:: Records for processing ::
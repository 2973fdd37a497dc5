import { assembleSolidBar, solidRigidModes, type SolidMaterial, type SolidSystem } from '../fe/solid/assembleSolid.ts';
import { buildSolidBarMesh, type SolidBarGeometry, type SolidMeshOptions, type SolidPart } from '../fe/solid/solidBarMesh.ts';
import { envelopeEigenproblem } from '../eigen/GeneralizedEigenproblem.ts';
import { invertSix } from '../material/orthotropicStiffness.ts';
import { classifySolidMode, topFaceNodalLines, type SolidModeKind } from './solidModeShape.ts';
import { solveFreeModesOf } from './solveFreeModes.ts';

/** A rectangular bar as an elastic solid: its geometry (SI) and material in the bar's axes. */
export interface SolidBar {
  readonly geometry: SolidBarGeometry;
  readonly material: SolidMaterial;
  /**
   * True when the mid-width plane is a plane of material symmetry (isotropic, or R and T along
   * the width and thickness): the two halves then solve apart. Otherwise the full body is solved.
   */
  readonly mirrorSymmetric: boolean;
}

/**
 * barwright's default solid meshes, one per part: 20-node hexahedra, the elements next to each
 * kink of the underside halved once, graded across the width. Vertical bending (symmetric half)
 * needs the length and thickness resolved and hardly the width; torsion and lateral bending
 * (antisymmetric half) the width and thickness and less the length. The full body takes the finer
 * of each. Chosen from the measured convergence study on the deep-arch bar (DEVELOPERS.md): every
 * family within 0.85 cent of its mesh-converged value (test/solid/solidConvergence.test.ts).
 */
export const defaultSolidMeshes: Readonly<Record<SolidPart, SolidMeshOptions>> = {
  symmetric: { element: 'serendipity-20', lengthElements: 30, halfWidthElements: 2, thicknessElements: 4, widthGrading: true, stationRefinement: 1 },
  antisymmetric: { element: 'serendipity-20', lengthElements: 20, halfWidthElements: 3, thicknessElements: 3, widthGrading: true, stationRefinement: 1 },
  full: { element: 'serendipity-20', lengthElements: 30, halfWidthElements: 3, thicknessElements: 4, widthGrading: true, stationRefinement: 1 },
};

/** The mesh of a part: its default with the given options on top. */
export function solidMeshFor(part: SolidPart, options: Partial<SolidMeshOptions> = {}): SolidMeshOptions {
  return { ...defaultSolidMeshes[part], ...options };
}

/** How many modes of each half to find: the `count` lowest, and every one up to `upToHz`. */
export interface SolidPartRequest {
  readonly count: number;
  readonly upToHz?: number;
}

/** Options of solveSolidBar. */
export interface SolidSolveOptions {
  /** Mesh options on top of each part's default (defaultSolidMeshes). */
  readonly mesh?: Partial<SolidMeshOptions>;
  /** Lanczos relative residual (default 1e-7; analyzeBar uses 1e-5, frequencies to about 1e-10). */
  readonly tolerance?: number;
  /** Solve the full body even when the halves could be solved apart (for checks; its mesh: defaultSolidMeshes.full). */
  readonly fullBody?: boolean;
}

/** The flexible modes of one part (half or full body) with its assembled system. */
export interface SolidPartSolution {
  readonly part: SolidPart;
  readonly system: SolidSystem;
  /** λ = ω² (rad²/s²), ascending. */
  readonly eigenvalues: Float64Array;
  /** M-orthonormal mode vectors in the system's dofs (on a half model: half the bar's mass normalised). */
  readonly vectors: Float64Array[];
  /** Lanczos steps taken. */
  readonly steps: number;
}

/** One mode of the solid bar. */
export interface SolidMode {
  readonly hz: number;
  readonly eigenvalue: number;
  readonly kind: SolidModeKind;
  /** 1-based index within its kind, in ascending frequency. */
  readonly index: number;
  /** Share of the beam-like kinetic energy in its kind (see classifySolidMode). */
  readonly purity: number;
  /** Sign changes of its main beam-like curve (bending n: n + 1; torsion, longitudinal n: n; lateral n: n + 1). */
  readonly signChanges: number;
  /** Where its nodal lines cross the top face's centre line (m from the left end). */
  readonly nodalLines: Float64Array;
  /** Its main beam-like curve (see ModeClassification) at the mesh slices `slices` (m). */
  readonly curve: Float64Array;
  readonly slices: Float64Array;
  /** Which part solution it came from, and its position there. */
  readonly part: number;
  readonly vectorIndex: number;
}

/** The solid bar's modes, all kinds together in ascending frequency, with the parts they came from. */
export interface SolidSolution {
  readonly parts: SolidPartSolution[];
  readonly modes: SolidMode[];
  /** Unknowns over all parts solved. */
  readonly dofs: number;
}

/**
 * Euler–Bernoulli estimate of the lowest vertical bending eigenvalue, (4.730/L)⁴·E_x·I/(ρA) with
 * station-averaged t³ and t (Blevins 1979, table 8-1): only to place the Lanczos shift.
 */
function firstEigenvalueEstimate(bar: SolidBar): number {
  const { geometry, material } = bar;
  const youngAlong = 1 / invertSix(material.stiffness)[0]!;
  const t = geometry.profile.thicknesses;
  let cubes = 0;
  let sum = 0;
  for (let k = 0; k < t.length; k++) {
    cubes += t[k]! ** 3;
    sum += t[k]!;
  }
  return (4.730041 / geometry.length) ** 4 * ((youngAlong * cubes) / (12 * material.density * sum));
}

/**
 * Free–free modes of one part of a solid bar on a given mesh (pipeline: mesh → assembly →
 * envelope LDLᵀ of K − σM → shift-invert Lanczos with the part's rigid motions deflated, through
 * the project's one free-mode tail, solveFreeModesOf; σ from an Euler–Bernoulli estimate).
 */
export function solveSolidPart(bar: SolidBar, part: SolidPart, mesh: SolidMeshOptions, request: SolidPartRequest, tolerance = 1e-7): SolidPartSolution {
  const system = assembleSolidBar(buildSolidBarMesh(bar.geometry, part, mesh), bar.material);
  const free = solveFreeModesOf(envelopeEigenproblem(system.stiffness, system.mass), {
    modes: request.count,
    firstEigenvalueEstimate: firstEigenvalueEstimate(bar),
    rigidModes: solidRigidModes(system),
    tolerance,
    ...(request.upToHz === undefined ? {} : { upToHz: request.upToHz }),
  });
  return { part, system, eigenvalues: free.eigenvalues, vectors: free.vectors, steps: free.steps };
}

/**
 * The flexible modes of a rectangular bar as a 3D elastic solid (quadratic hexahedra on a mapped
 * mesh, consistent mass, 3 × 3 × 3 Gauss points, orthotropic or isotropic material), each
 * classified by kind with its nodal lines on the top face. When the material is mirror-symmetric
 * across the mid-width plane the symmetric half (vertical bending, longitudinal) and the
 * antisymmetric half (torsion, lateral bending) are solved apart, each for its own request;
 * otherwise the full body, for the sum of both counts up to the higher bound. Pure and synchronous.
 */
export function solveSolidBar(bar: SolidBar, request: { symmetric: SolidPartRequest; antisymmetric: SolidPartRequest }, options: SolidSolveOptions = {}): SolidSolution {
  const tolerance = options.tolerance ?? 1e-7;
  const parts: SolidPartSolution[] = [];
  if (bar.mirrorSymmetric && !options.fullBody) {
    parts.push(solveSolidPart(bar, 'symmetric', solidMeshFor('symmetric', options.mesh), request.symmetric, tolerance));
    parts.push(solveSolidPart(bar, 'antisymmetric', solidMeshFor('antisymmetric', options.mesh), request.antisymmetric, tolerance));
  } else {
    const mesh = solidMeshFor('full', options.mesh);
    const bounds = [request.symmetric.upToHz, request.antisymmetric.upToHz].filter((b): b is number => b !== undefined);
    const upToHz = bounds.length ? Math.max(...bounds) : undefined;
    parts.push(solveSolidPart(bar, 'full', mesh, { count: request.symmetric.count + request.antisymmetric.count, ...(upToHz === undefined ? {} : { upToHz }) }, tolerance));
  }
  return { parts, modes: solidModesOf(parts), dofs: parts.reduce((sum, p) => sum + p.system.dofCount, 0) };
}

/**
 * The modes of solved parts, classified (classifySolidMode), with their top-face nodal lines,
 * in ascending frequency, indexed within their kind.
 */
export function solidModesOf(parts: readonly SolidPartSolution[]): SolidMode[] {
  const found: Omit<SolidMode, 'index'>[] = [];
  parts.forEach((solution, partIndex) => {
    solution.vectors.forEach((vector, vectorIndex) => {
      const eigenvalue = solution.eigenvalues[vectorIndex]!;
      const classification = classifySolidMode(solution.system, vector);
      found.push({
        hz: Math.sqrt(Math.max(eigenvalue, 0)) / (2 * Math.PI),
        eigenvalue,
        kind: classification.kind,
        purity: classification.purity,
        signChanges: classification.signChanges,
        nodalLines: topFaceNodalLines(solution.system, vector, classification.kind),
        curve: classification.curve,
        slices: classification.slices,
        part: partIndex,
        vectorIndex,
      });
    });
  });
  found.sort((a, b) => a.hz - b.hz);
  const counters: Record<SolidModeKind, number> = { bending: 0, torsion: 0, lateral: 0, longitudinal: 0 };
  return found.map((mode) => ({ ...mode, index: ++counters[mode.kind] }));
}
:::
Restate, please, word for word the span of records running from the first line to the line bearing "3, widthGrading: true, stationRefinement: 1", both included, and nothing outside it.

repository 2973fdd37a497dc5
import { assembleSolidBar, solidRigidModes, type SolidMaterial, type SolidSystem } from '../fe/solid/assembleSolid.ts';
import { buildSolidBarMesh, type SolidBarGeometry, type SolidMeshOptions, type SolidPart } from '../fe/solid/solidBarMesh.ts';
import { envelopeEigenproblem } from '../eigen/GeneralizedEigenproblem.ts';
import { invertSix } from '../material/orthotropicStiffness.ts';
import { classifySolidMode, topFaceNodalLines, type SolidModeKind } from './solidModeShape.ts';
import { solveFreeModesOf } from './solveFreeModes.ts';

/** A rectangular bar as an elastic solid: its geometry (SI) and material in the bar's axes. */
export interface SolidBar {
  readonly geometry: SolidBarGeometry;
  readonly material: SolidMaterial;
  /**
   * True when the mid-width plane is a plane of material symmetry (isotropic, or R and T along
   * the width and thickness): the two halves then solve apart. Otherwise the full body is solved.
   */
  readonly mirrorSymmetric: boolean;
}

/**
 * barwright's default solid meshes, one per part: 20-node hexahedra, the elements next to each
 * kink of the underside halved once, graded across the width. Vertical bending (symmetric half)
 * needs the length and thickness resolved and hardly the width; torsion and lateral bending
 * (antisymmetric half) the width and thickness and less the length. The full body takes the finer
 * of each. Chosen from the measured convergence study on the deep-arch bar (DEVELOPERS.md): every
 * family within 0.85 cent of its mesh-converged value (test/solid/solidConvergence.test.ts).
 */
export const defaultSolidMeshes: Readonly<Record<SolidPart, SolidMeshOptions>> = {
  symmetric: { element: 'serendipity-20', lengthElements: 30, halfWidthElements: 2, thicknessElements: 4, widthGrading: true, stationRefinement: 1 },
  antisymmetric: { element: 'serendipity-20', lengthElements: 20, halfWidthElements: 3, thicknessElements: 3, widthGrading: true, stationRefinement: 1 },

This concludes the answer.